Yes, last night was a misery.  My future truly does look grim.  And another migraine is lurking just on the edges of my senses.  The strain of the visiting puppy trauma was hard on me, primarily because of how very much it reminded me of the pit bull attack.  I did not nap at all.  And I really do not like being so ill in front of others as much as I do crave some company.  I am oft still lost and confused, even in spiritual matters. I am fairly sure I have nerve damage in my foot. And I am frightened over my impending dire financial state.  But my Good Shepherd has provided me a new-to-me, rather fantastic oven range, a new bed with beautiful new sheets, new friends who have heaped kindness and mercy upon me, a newish puppy who loves me rather fiercely, someone to help me straighten out some things in my past and learn to face my difficult future, the best, most kind, unbelievably encouraging doctor who listens to me and is working very hard to figure out a way for a best case scenario in a complicated, compromised, rather ill body, and a home that is actually a palace to me.

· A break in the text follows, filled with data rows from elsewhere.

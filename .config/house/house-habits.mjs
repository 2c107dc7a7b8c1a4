// How the house is laid out: sizes, names, the top level, docstrings and their sources.
import { existsSync, readdirSync, readFileSync } from 'node:fs';
import { join } from 'node:path';
import ts from 'typescript';
import { lineOf } from './read-house.mjs';

/** @typedef {import('./read-house.mjs').Breach} Breach */
/** @typedef {import('./read-house.mjs').Rule} Rule */
/** @typedef {import('./read-house.mjs').House} House */
/** @typedef {import('./read-house.mjs').Module} Module */

const LONGEST = 300;

/** @type {Rule} */
const fileLength = {
  name: 'file-length',
  why: `a file has at most ${LONGEST} lines, unless a line beginning "// long:" gives the reason`,
  find: (house) =>
    house.modules.flatMap((module) => {
      const lines = module.text.replace(/\n$/, '').split('\n').length;
      if (lines <= LONGEST || /^\/\/ long: \S/m.test(module.text)) return [];
      return [{ file: module.path, line: LONGEST + 1, message: `${lines} lines` }];
    }),
};

const NO_NAMES = /^(utils?|common|helpers?|types|misc|mappers?|shared)$/;
const KEBAB = /^[a-z0-9]+(-[a-z0-9]+)*$/;

/** @type {Rule} */
const names = {
  name: 'names',
  why: 'folders and files carry trade words in kebab-case; no barrel but the engine’s door',
  find: (house) =>
    house.modules.flatMap(({ path }) => {
      const parts = path.split('/').map((part) => part.replace(/^\./, ''));
      const file = parts.pop() ?? '';
      const stem = file.replace(/(\.(spec|config|bench|d))?\.(ts|tsx|mts|mjs)$/, '');
      /** @type {string[]} */
      const faults = [];
      for (const part of [...parts, stem]) {
        if (NO_NAMES.test(part)) faults.push(`"${part}" says nothing of what it holds`);
        if (!KEBAB.test(part)) faults.push(`"${part}" is not kebab-case`);
      }
      if (stem === 'index' && path !== 'libs/engine/index.ts') faults.push('only the engine has an index');
      return faults.map((message) => ({ file: path, line: 1, message }));
    }),
};

const TOP_LEVEL = [
  'apps',
  'libs',
  'migrations',
  'test',
  'LICENSE',
  'README.md',
  'DEVELOPERS.md',
  'nest-cli.json',
  'package.json',
  'package-lock.json',
  'tsconfig.json',
];
const MADE = ['node_modules', 'dist', 'var'];

/** @type {Rule} */
const topLevel = {
  name: 'top-level',
  why: 'the top level holds the agreed entries and no more; settings of tools stand in .config',
  find({ topLevel: entries }) {
    const extra = entries.filter((name) => !name.startsWith('.') && ![...TOP_LEVEL, ...MADE].includes(name));
    const absent = TOP_LEVEL.filter((name) => !entries.includes(name));
    return [
      ...extra.map((name) => ({ file: name, line: 1, message: 'not among the agreed entries' })),
      ...absent.map((name) => ({ file: name, line: 1, message: 'missing' })),
    ];
  },
};

/** @type {Rule} */
const nestProjects = {
  name: 'nest-cli',
  why: 'nest-cli.json has an entry for each app and each lib, and for nothing else',
  find({ root }) {
    const file = join(root, 'nest-cli.json');
    if (!existsSync(file)) return [];
    /** @type {{ projects?: Record<string, { root: string, type: string }> }} */
    const { projects = {} } = JSON.parse(readFileSync(file, 'utf8'));
    const said = Object.entries(projects).map(([name, { root: at, type }]) => `${type} ${at} as ${name}`);
    const stand = [...projectFolders(root, 'apps', 'application'), ...projectFolders(root, 'libs', 'library')];
    return [
      ...stand.filter((line) => !said.includes(line)).map((line) => `no entry for ${line}`),
      ...said.filter((line) => !stand.includes(line)).map((line) => `no folder for ${line}`),
    ].map((message) => ({ file: 'nest-cli.json', line: 1, message }));
  },
};

/**
 * @param {string} root
 * @param {string} folder
 * @param {string} type
 */
function projectFolders(root, folder, type) {
  if (!existsSync(join(root, folder))) return [];
  return readdirSync(join(root, folder), { withFileTypes: true })
    .filter((entry) => entry.isDirectory())
    .map((entry) => `${type} ${folder}/${entry.name} as ${entry.name}`);
}

/** @type {Rule} */
const docstrings = {
  name: 'docstrings',
  why: 'every export of the engine has a docstring; a function names each parameter and what it returns',
  find: (house) => engineExports(house).flatMap(({ module, node }) => docFaults(module, node)),
};

/** @param {House} house */
function engineExports(house) {
  return house.modules
    .filter((module) => module.home === 'libs/engine' && !module.spec)
    .flatMap((module) => module.tree.statements.filter(isExported).map((node) => ({ module, node })));
}

/** @param {ts.Statement} node */
function isExported(node) {
  if (ts.isExportDeclaration(node)) return false;
  // The type of a documented list of names, as in (typeof CODES)[number], has nothing to add.
  if (ts.isTypeAliasDeclaration(node) && ts.isIndexedAccessTypeNode(node.type)) return false;
  return ts.canHaveModifiers(node) && node.modifiers?.some(({ kind }) => kind === ts.SyntaxKind.ExportKeyword);
}

/**
 * @param {Module} module
 * @param {ts.Statement} node
 * @returns {Breach[]}
 */
function docFaults(module, node) {
  const say = (/** @type {string} */ message) => [{ file: module.path, line: lineOf(module.tree, node), message }];
  const name = nameOf(node);
  const docs = ts.getJSDocCommentsAndTags(node).filter(ts.isJSDoc);
  const sentence = docs.map((doc) => ts.getTextOfJSDocComment(doc.comment) ?? '').join(' ');
  if (!/\w/.test(sentence)) return say(`${name} has no docstring`);
  if (!ts.isFunctionDeclaration(node)) return [];
  const tags = ts.getJSDocTags(node);
  const described = tags.filter(ts.isJSDocParameterTag).map((tag) => tag.name.getText().split('.')[0]);
  const missing = node.parameters
    .filter(({ name: own }) => (ts.isIdentifier(own) ? !described.includes(own.text) : described.length === 0))
    .flatMap(({ name: own }) => say(`${name}: no @param ${own.getText()}`));
  const returnsNothing = node.type === undefined || /^(void|never)$/.test(node.type.getText());
  const silent = !returnsNothing && !tags.some(ts.isJSDocReturnTag);
  return silent ? [...missing, ...say(`${name}: no @returns`)] : missing;
}

/** @param {ts.Statement} node */
function nameOf(node) {
  if (ts.isVariableStatement(node)) return node.declarationList.declarations.map((d) => d.name.getText()).join(', ');
  return 'name' in node && node.name !== undefined ? /** @type {ts.Identifier} */ (node.name).text : 'export';
}

/** @type {Rule} */
const sources = {
  name: 'sources',
  why: 'what @source names is a line of libs/engine/SOURCES.md, or the word derived',
  find(house) {
    const known = sourceIds(house.root);
    return house.modules
      .filter((module) => module.home === 'libs/engine' && !module.spec)
      .flatMap((module) =>
        module.text.split('\n').flatMap((line, index) => {
          const said = /@source\s+(.*)/.exec(line)?.[1];
          if (said === undefined || said.startsWith('derived')) return [];
          const unknown = namedSources(said).filter((id) => !known.has(id));
          return unknown.map((id) => ({ file: module.path, line: index + 1, message: `unknown source "${id}"` }));
        }),
      );
  },
};

/**
 * The ids a line names: its first word, and each further part that is an id as a whole; brackets hold remarks.
 * @param {string} said
 */
function namedSources(said) {
  const parts = said
    .replace(/\([^)]*\)/g, '')
    .split(/[;,]| and /)
    .map((part) => part.replace(/\*\/$/, '').trim());
  const [first = '', ...further] = parts;
  return [first.split(/[\s:]/)[0] ?? '', ...further.filter((part) => /^[a-z]\w*(-\w+)+$/.test(part))];
}

/**
 * The ids of the bibliography: the first word of a list item, a heading or a table row.
 * @param {string} root
 */
function sourceIds(root) {
  const file = join(root, 'libs', 'engine', 'SOURCES.md');
  const text = existsSync(file) ? readFileSync(file, 'utf8') : '';
  const found = text.matchAll(/^(?:(?:[-*|#]+|\d+\.)\s*)*[`*[]*([a-z]\w*(?:-\w+)+)/gm);
  return new Set([...found].map(([, id]) => id));
}

/** @type {Rule[]} */
export const habitRules = [fileLength, names, topLevel, nestProjects, docstrings, sources];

I am Yours, Lord.  Save me!

7 comments:

ftwayne96 said...

Sweet picture of you and Amos. You are exceptionally photogenic, we believe.

But always remember, a rose by any other name would still have smelly feet.

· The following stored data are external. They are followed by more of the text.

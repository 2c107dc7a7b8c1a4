// Who may import whom. The engine's rules follow from the list of its stages, in the order of the job.
import { posix } from 'node:path';
import { homeOf } from './read-house.mjs';

/** @typedef {import('./read-house.mjs').House} House */
/** @typedef {import('./read-house.mjs').Module} Module */
/** @typedef {import('./read-house.mjs').Import} Import */
/** @typedef {import('./read-house.mjs').Breach} Breach */
/** @typedef {import('./read-house.mjs').Rule} Rule */

export const STAGES = [
  'quantity',
  'record',
  'supply',
  'requirement',
  'layout',
  'operation',
  'network',
  'duty',
  'money',
  'plan',
  'reevaluation',
];

const DOOR = 'libs/engine/index.ts';
const LIBS = ['engine', 'contract', 'meter-files', 'present', 'review', 'proposal', 'store', 'jobs'].map(
  (lib) => `libs/${lib}`,
);

/** The part of libs/jobs that needs no database: worker threads over the engine alone. */
const POOL = /^libs\/jobs\/pool([./-]|$)/;

/** The one command that is asked about an installation, and reads its database. */
const VERIFY = 'apps/cli/verify.ts';

/** @type {Record<string, string[]>} */
export const MAY_IMPORT = {
  'libs/engine': [],
  'libs/contract': ['libs/engine'],
  'libs/meter-files': ['libs/engine', 'libs/contract'],
  'libs/present': ['libs/engine', 'libs/review'],
  'libs/review': ['libs/engine', 'libs/contract'],
  'libs/proposal': ['libs/engine', 'libs/present'],
  'libs/store': ['libs/engine', 'libs/contract', 'libs/review', 'migrations'],
  'libs/jobs': ['libs/engine', 'libs/store'],
  migrations: ['libs/store'],
  'apps/server': [...LIBS, 'migrations'],
  'apps/cli': LIBS.filter((lib) => lib !== 'libs/store' && lib !== 'libs/jobs'),
  'apps/web': ['libs/engine', 'libs/contract', 'libs/present'],
};

/**
 * @param {House} house
 * @param {(module: Module, entry: Import) => string | null} judge
 * @returns {Breach[]}
 */
export function judgeImports(house, judge) {
  return house.modules.flatMap((module) =>
    module.imports.flatMap((entry) => {
      const message = judge(module, entry);
      return message === null ? [] : [{ file: module.path, line: entry.line, message }];
    }),
  );
}

/** @param {string} path */
export function stageOf(path) {
  const [, , folder = '', file] = path.split('/');
  return file === undefined ? null : folder;
}

/** @type {Rule} */
const stageOrder = {
  name: 'stage-order',
  why: 'a stage of the engine imports only the stages to its left and problem.ts; index.ts knows them all',
  find(house) {
    const engine = house.modules.filter((module) => module.home === 'libs/engine');
    const strangers = engine
      .filter((module) => !isEnginePlace(module.path))
      .map((module) => ({
        file: module.path,
        line: 1,
        message: `no stage of this name; stages: ${STAGES.join(', ')}`,
      }));
    const backwards = judgeImports({ ...house, modules: engine }, (module, { target }) =>
      target === null || homeOf(target) !== 'libs/engine' || mayUse(module.path, target)
        ? null
        : `${stageOf(module.path) ?? posix.basename(module.path)} may not import ${target}`,
    );
    return [...strangers, ...backwards];
  },
};

/** @param {string} path */
function isEnginePlace(path) {
  const stage = stageOf(path);
  return stage === null ? /\/(index|problem)(\.spec)?\.ts$/.test(path) : STAGES.includes(stage);
}

/**
 * @param {string} from
 * @param {string} to
 */
function mayUse(from, to) {
  if (from.startsWith('libs/engine/index.')) return true;
  if (to === 'libs/engine/problem.ts') return true;
  const [own, other] = [stageOf(from), stageOf(to)];
  if (own === null || other === null) return false;
  return STAGES.indexOf(other) <= STAGES.indexOf(own);
}

/** @type {Rule} */
const homes = {
  name: 'homes',
  why: 'each folder imports only what the table of homes grants it; libs never import apps, nor one app another',
  find: (house) =>
    judgeImports(house, (module, { target }) =>
      target === null || module.home === 'test' || module.home === '.config' || mayReach(module, target)
        ? null
        : `${module.home} may not import ${target}`,
    ),
};

/** @type {Rule} */
const poolAlone = {
  name: 'pool-alone',
  why: 'libs/jobs/pool imports the engine only, so that the command line can use it without a database',
  find: (house) =>
    judgeImports(house, (module, { target }) =>
      target === null || module.spec || !POOL.test(module.path) || POOL.test(target) || target === DOOR
        ? null
        : `the pool may not import ${target}`,
    ),
};

/**
 * @param {Module} module
 * @param {string} target
 */
function mayReach(module, target) {
  const other = homeOf(target);
  if (other === module.home) return true;
  if (module.spec) return specMayImport(other);
  if (module.home === 'apps/cli' && POOL.test(target)) return true;
  if (module.path === VERIFY && other === 'libs/store') return true;
  return MAY_IMPORT[module.home]?.includes(other) ?? false;
}

/** @param {string} home */
function specMayImport(home) {
  return home.startsWith('libs/') || home === 'migrations' || home === 'test';
}

/** @type {Rule} */
const engineDoor = {
  name: 'engine-door',
  why: 'outside the engine only its door, #libs/engine/index.js, is imported',
  find: (house) =>
    judgeImports(house, (module, { target }) =>
      target !== null && module.home !== 'libs/engine' && homeOf(target) === 'libs/engine' && target !== DOOR
        ? `${target} is not the engine's door`
        : null,
    ),
};

/** @type {Rule} */
const importForm = {
  name: 'import-form',
  why: 'inside a home imports are relative, to another home they begin with #; they end in .js',
  find: (house) =>
    judgeImports(house, (module, { specifier, target }) => {
      if (target === null) return null;
      if (!/\.(js|mjs|json)$/.test(specifier)) return `${specifier} does not end in .js`;
      const other = homeOf(target);
      if (other === module.home) return specifier.startsWith('#') ? `${specifier} is in the same home: relative` : null;
      if (other === 'test' || other === '.config') return null;
      return specifier.startsWith('#') ? null : `${specifier} leaves its home: #${target.replace(/\.ts$/, '.js')}`;
    }),
};

/** @type {Rule} */
const cycles = {
  name: 'no-cycles',
  why: 'no module reaches itself through its imports',
  find(house) {
    const modules = new Map(house.modules.map((module) => [module.path, module]));
    /** @type {Map<string, 'open' | 'done'>} */
    const state = new Map();
    /** @type {Breach[]} */
    const found = [];
    /** @param {Module} module @param {string[]} trail */
    const walk = (module, trail) => {
      state.set(module.path, 'open');
      for (const { target, line } of module.imports) {
        const next = target === null ? undefined : modules.get(target);
        if (next === undefined) continue;
        if (state.get(next.path) === 'open') {
          const loop = [...trail.slice(trail.indexOf(next.path)), next.path];
          found.push({ file: module.path, line, message: loop.join(' → ') });
        } else if (!state.has(next.path)) walk(next, [...trail, next.path]);
      }
      state.set(module.path, 'done');
    };
    for (const module of house.modules) if (!state.has(module.path)) walk(module, [module.path]);
    return found;
  },
};

/** @type {Rule[]} */
export const directionRules = [stageOrder, homes, poolAlone, engineDoor, importForm, cycles];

Verification word: Ousau, as in it's a little known fact that Essau had a cousin named Ousau.

Myrtle said...

What, no commentary on the photo of my spectacular French toast?? Or a vehement protest on how your mind is better than Sandra's??? Or tart-tongued commentary on how the drawers are not the only thing in my house needing soap????

ftwayne96 said...

When you are so capable of saying it all yourself, it would be superfluous for me to add a thing. Besides, it would be rather "gifli" of me to try.

ftwayne96 said...

You say that last night was a misery? Isn't that the night you called us?!? Boy, see if I pick up the phone next time, flower comparison or no flower comparison.

Verification Word is: "Sookidis." Sounds to me like some intergalactic creature the Dr. may know.

Myrtle said...

18 hours total of migraine, buddy. THAT'S the misery. Well, okay, maybe Fred and Ethel conversations are another cross to bear. BUT you said it first!

ftwayne96 said...

Don't call me "buddy," sister! Or I'll unleash my "cesest" and then you'll be in real trouble!

ftwayne96 said...

What? Nothing about my photogenic remark? Do you know how long it took me to find that word in Roget's Thesaurus? At least the better part of a "grombu!"